# Vista Aero GUI on Vista Home Basic---Tutorial



## Abhishek Dwivedi (Jan 21, 2008)

Vista Aero GUI on Vista Home Basic


 Windows Vista is one of the most powerful operating system available in the today’s software market but many people know and love Vista only because of the awesome GUI (Graphical User Interface). 
 Microsoft Launched mainly 4 version’s of Windows Vista namely:
*· **Windows Vista Home Basic*
*· **Windows Vista Home Premium*
*· **Windows Vista Business*
*· **Windows Vista Ultimate*

The basic difference in their GUI is given as follows:

*Windows Vista Home Basic*: This is the most basic version of Vista available in market. Its GUI is as follows: 
a) Vista Basic Look (non aero)
b) No Vista Flip 3D
c) No Vista Glass
d) No Vista Live Taskbar

*Windows Vista Home Premium\Business\Ultimate: *They all nearly have the same GUI interface as follow:
a) Vista Aero Look
b) Vista Flip 3D
c) Vista Glass
d) Vista Live Taskbar

If you wish to have a look at the other features of Windows Vista, CLICK HERE.

Now coming to the main topic, 
HOW TO BRING THESE COOL FEATURE KNOWN AS *VISTA AERO* TO WINDOWS VISTA HOME BASIC?

WARNING: The below mentioned tweaks and*\*orSoftware might effect your system performance negatively and*\*or crash your system completely. Create a back of your file before altering them. I will not be responsible for any kind of loss of data or anything after using this tutorial.

*Vista Standard look:* Vista Basic comes with Vista Basic look, which look like this:

*i27.tinypic.com/2n15kkm.jpg


This the is Vista Basic look without any glow effect on any button. If you wish to activate the Vista Standard Look on your Home Basic Machine, follow the instructions:

NOTE: The Vista Standard look is much different from the Vista Aero look as no glass effect and flip3D is provided with it.
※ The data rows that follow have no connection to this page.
"use client";

import { useEffect, useState } from "react";

const UNITS: [Intl.RelativeTimeFormatUnit, number][] = [
  ["day", 86_400_000],
  ["hour", 3_600_000],
  ["minute", 60_000],
];

const format = new Intl.RelativeTimeFormat("en", { numeric: "auto" });

/**
 * "3 hours ago" for a moment in the past (or "in 2 days" for one ahead), in the largest unit it
 * fills, rounded: a grace period of 14 days that started a minute ago still reads "in 14 days".
 */
export function relativeTime(iso: string, now: number): string {
  const delta = new Date(iso).getTime() - now;
  for (const [unit, ms] of UNITS) {
    if (Math.abs(delta) >= ms) return format.format(Math.round(delta / ms), unit);
  }
  return "just now";
}

/**
 * A moment as relative words with the exact ISO time beside it. The words are recomputed each
 * minute in the browser; the server's first render may be a minute off, hence the warning opt-out.
 */
export function RelativeTime({ iso, showIso = true }: { iso: string; showIso?: boolean }) {
  const [now, setNow] = useState(() => Date.now());
  useEffect(() => {
    const timer = setInterval(() => setNow(Date.now()), 60_000);
    return () => clearInterval(timer);
  }, []);
  return (
    <span className="whitespace-nowrap">
      <time dateTime={iso} title={iso} suppressHydrationWarning>
        {relativeTime(iso, now)}
      </time>
      {showIso ? <span className="ml-2 font-mono text-xs text-graphite-600">{iso.slice(0, 16).replace("T", " ")} UTC</span> : null}
    </span>
  );
}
REQUIREMENTS: The Hardware requirements for Vista Standrad look are:
l        Your Graphics Card must support DirectX 9.
l        Your Graphics Card must support Pixel Shader 2.0 but most of the new graphics cards do support.
l        Your Grahics Card must support WDDM (windows vista display driver model).
l        The graphics settings should be set to 32bit.
l        Your Graphic card should have 60MB of Graphics memory (128MB for Aero).
l        You should also have a memory of atleast 512MB (RAM).
If you do not have Pixel Shader 2.0 support in your Graphic Card, then also i'd suggest you to try the tweak.

STEPS:
1) Open Registry Editor by Pressing the Win Key + R and typing “Regedit.exe” (without quots). Press continue on UAC.
2) Navigate to *HKEY_CURRENT_USER > Software > Microsoft >Windows > DWM*.
3) On the right hand side, open the *Composition* key and change it to 1. Now open *CompositionPolicy* and set its value to 2.
4) Now create a DWORD value named *Glass *and give it a value of 1 and another DWORD valuse named *ForceSoftwareD3D* and give it a value of 0.
*i28.tinypic.com/16m3dzk.jpg
     5)  Now click the Start Button and type *services.msc* in the search box and press   enter.
     6)  Now search for *Desktop Windows Manager Session Manager* and click on the restart button. Restart your Windows and now you will be able to see the Vista Standard option in the *Windows Color and Appereance.*
*i32.tinypic.com/2qauzb5.jpg
*i26.tinypic.com/2ltpnqf.jpg


When you Apply the *Standard Look*, your Windows will look some what like this:

 *i26.tinypic.com/2ltpnqf.jpg

*i25.tinypic.com/15x779t.jpg





*Vista Glass:* My favorite GUI feature of Windows Vista is the Glass Effect. When you apply the Glass Effect, your Desktop look sumthing like this:


*i32.tinypic.com/287etlf.jpg
_This screen shot is taken from VISTAVG theme by Vishal Gupta._

Glass Effect requires a lot of Graphic Card and Memory (RAM), so i'd suggest you to have atleast 70MB of Graphics Card and 480MB of Memory (RAM). 
 In the first tweak you created a DWORD value *Glass* but this Registry Hack rarely enable Glass on Vista Home Basic, so i'd suggest you to Download *VistaGlazz.* It is a utility which enable user to apply 3rd party Visual Themes and somehow enables Vista Glass Effect on *Maximised Windows*.
NOTE: It is not possible to enable full Vista Glass Effect on Windows Vista Home Basic by any means.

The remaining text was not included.